import { describe, expect, it } from 'vitest';
import { z } from 'zod';
import { issuesFromZod } from './issues-from-zod';

const BedSchema = z.strictObject({ id: z.string(), heightM: z.number() });
const BodySchema = z.strictObject({ name: z.string(), beds: z.array(BedSchema) });

function issuesOf(value: unknown, prefix: readonly PropertyKey[] = []) {
  const parsed = BodySchema.safeParse(value);
  if (parsed.success) throw new Error('expected the value to be refused');
  return issuesFromZod(parsed.error.issues, prefix);
}

describe('issuesFromZod', () => {
  it('reports an unknown top-level key at its own path, naming it', () => {
    expect(issuesOf({ name: 'Rig', beds: [], extra: 1 })).toEqual([
      { path: 'extra', message: expect.stringContaining('"extra"') },
    ]);
  });

  it('reports each unknown key of a nested object as its own issue at its own path', () => {
    const issues = issuesOf({
      name: 'Rig',
      beds: [
        { id: 'a', heightM: 0.3 },
        { id: 'b', heightM: 0.3, colour: 'red', shade: 2 },
      ],
    });
    expect(issues.map((issue) => issue.path)).toEqual(['beds[1].colour', 'beds[1].shade']);
    expect(issues[0]?.message).toContain('"colour"');
    expect(issues[1]?.message).toContain('"shade"');
  });

  it('puts every path under the prefix', () => {
    const issues = issuesOf({ name: 'Rig', beds: [{ id: 'a', heightM: 0.3, colour: 1 }] }, [
      'scenario',
    ]);
    expect(issues.map((issue) => issue.path)).toEqual(['scenario.beds[0].colour']);
  });

  it('passes other issues through with their path and zod message', () => {
    const issues = issuesOf({ name: 7, beds: [{ id: 'a', heightM: 'tall' }] });
    expect(issues.map((issue) => issue.path)).toEqual(['name', 'beds[0].heightM']);
    expect(issues[0]?.message).toMatch(/expected string/i);
  });

  it('gives the whole value an empty path', () => {
    expect(issuesOf('not an object')).toEqual([
      { path: '', message: expect.stringMatching(/expected object/i) },
    ]);
  });
});
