import type { RuleIssue } from './rule-issue';
import type { ScenarioFields } from './scenario-input-schema';

/**
 * Ids are unique across vessels and pumps; every `to`, `in`, `from`, `pump`, `vessel` and `bed`
 * names something that exists; beds drain into a tank or sump, never into a bed.
 */
export function checkReferenceRules(fields: ScenarioFields): RuleIssue[] {
  const issues: RuleIssue[] = [];
  const vesselKinds = new Map(fields.vessels.map((vessel) => [vessel.id, vessel.kind]));
  const pumpIds = new Set(fields.pumps.map((pump) => pump.id));
  const seen = new Set<string>();
  const checkUnique = (id: string, path: (string | number)[]) => {
    if (seen.has(id)) issues.push({ path, message: `The id "${id}" is used twice; ids must be unique.` });
    seen.add(id);
  };
  fields.vessels.forEach((vessel, index) => checkUnique(vessel.id, ['vessels', index, 'id']));
  fields.pumps.forEach((pump, index) => checkUnique(pump.id, ['pumps', index, 'id']));
  const needVessel = (id: string, path: (string | number)[], allowOut: boolean) => {
    if (vesselKinds.has(id) || (allowOut && id === 'out')) return;
    const hint = allowOut ? ' (or "out" for water leaving the system)' : '';
    issues.push({ path, message: `No vessel has the id "${id}"; use an existing vessel id${hint}.` });
  };
  fields.vessels.forEach((vessel, index) => {
    if (vessel.overflow !== undefined) {
      needVessel(vessel.overflow.to, ['vessels', index, 'overflow', 'to'], true);
      if (vessel.overflow.to === vessel.id) {
        issues.push({ path: ['vessels', index, 'overflow', 'to'], message: 'An overflow cannot lead back into its own vessel.' });
      }
    }
    if (vessel.kind !== 'bed') return;
    const path = ['vessels', index, 'drain', 'to'];
    const target = vesselKinds.get(vessel.drain.to);
    if (target === undefined) needVessel(vessel.drain.to, path, false);
    else if (target === 'bed') issues.push({ path, message: 'A bed drains to a tank or sump, not to a bed.' });
  });
  fields.pumps.forEach((pump, index) => {
    needVessel(pump.in, ['pumps', index, 'in'], false);
    pump.outlets.forEach((outlet, outletIndex) => needVessel(outlet.to, ['pumps', index, 'outlets', outletIndex, 'to'], false));
  });
  fields.leaks.forEach((leak, index) => needVessel(leak.from, ['leaks', index, 'from'], false));
  const needPump = (id: string, path: (string | number)[]) => {
    if (!pumpIds.has(id)) issues.push({ path, message: `No pump has the id "${id}"; use an existing pump id.` });
  };
  fields.schedule.forEach((entry, index) => {
    if ('pump' in entry) needPump(entry.pump, ['schedule', index, 'pump']);
  });
  fields.controls.forEach((control, index) => {
    needPump(control.pump, ['controls', index, 'pump']);
    needVessel(control.vessel, ['controls', index, 'vessel'], false);
  });
  fields.faults.forEach((fault, index) => {
    if (fault.kind === 'pump-worn') needPump(fault.pump, ['faults', index, 'pump']);
    else if (vesselKinds.get(fault.bed) !== 'bed') {
      issues.push({ path: ['faults', index, 'bed'], message: `No bed has the id "${fault.bed}"; use an existing bed id.` });
    }
  });
  return issues;
}
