import type { Dimension } from './dimension';

/** A system of units for display: metric, or US customary. */
export type UnitSystem = 'metric' | 'us';

/** A display unit: the mathjs name used for conversion and the label shown to people. */
export interface DisplayUnit {
  unit: string;
  label: string;
}

/**
 * The unit each dimension is shown in, per system. Temperature is shown in °C or °F; flows in
 * L/min or US gal/min; diameters in mm or in; elevations and levels in m or in.
 */
export const DISPLAY_UNITS: Readonly<Record<UnitSystem, Readonly<Record<Dimension, DisplayUnit>>>> =
  {
    metric: {
      length: { unit: 'm', label: 'm' },
      diameter: { unit: 'mm', label: 'mm' },
      area: { unit: 'm^2', label: 'm²' },
      volume: { unit: 'L', label: 'L' },
      time: { unit: 's', label: 's' },
      flow: { unit: 'L/min', label: 'L/min' },
      power: { unit: 'W', label: 'W' },
      temperature: { unit: 'degC', label: '°C' },
      dimensionless: { unit: '', label: '' },
    },
    us: {
      length: { unit: 'in', label: 'in' },
      diameter: { unit: 'in', label: 'in' },
      area: { unit: 'ft^2', label: 'ft²' },
      volume: { unit: 'gal', label: 'gal' },
      time: { unit: 's', label: 's' },
      flow: { unit: 'gal/min', label: 'gal/min' },
      power: { unit: 'W', label: 'W' },
      temperature: { unit: 'degF', label: '°F' },
      dimensionless: { unit: '', label: '' },
    },
  };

§

§ **WORK TO COMPLETE**:
Retype the records above, but only those lines that fall between the line containing "const pumpIds = new" and the line containing "if (vessel.overflow !== undefined)", with both of those lines included, exactly as written.

§ **YOUR RESPONSE**:
  const pumpIds = new Set(fields.pumps.map((pump) => pump.id));
  const seen = new Set<string>();
  const checkUnique = (id: string, path: (string | number)[]) => {
    if (seen.has(id)) issues.push({ path, message: `The id "${id}" is used twice; ids must be unique.` });
    seen.add(id);
  };
  fields.vessels.forEach((vessel, index) => checkUnique(vessel.id, ['vessels', index, 'id']));
  fields.pumps.forEach((pump, index) => checkUnique(pump.id, ['pumps', index, 'id']));
  const needVessel = (id: string, path: (string | number)[], allowOut: boolean) => {
    if (vesselKinds.has(id) || (allowOut && id === 'out')) return;
    const hint = allowOut ? ' (or "out" for water leaving the system)' : '';
    issues.push({ path, message: `No vessel has the id "${id}"; use an existing vessel id${hint}.` });
  };
  fields.vessels.forEach((vessel, index) => {
    if (vessel.overflow !== undefined) {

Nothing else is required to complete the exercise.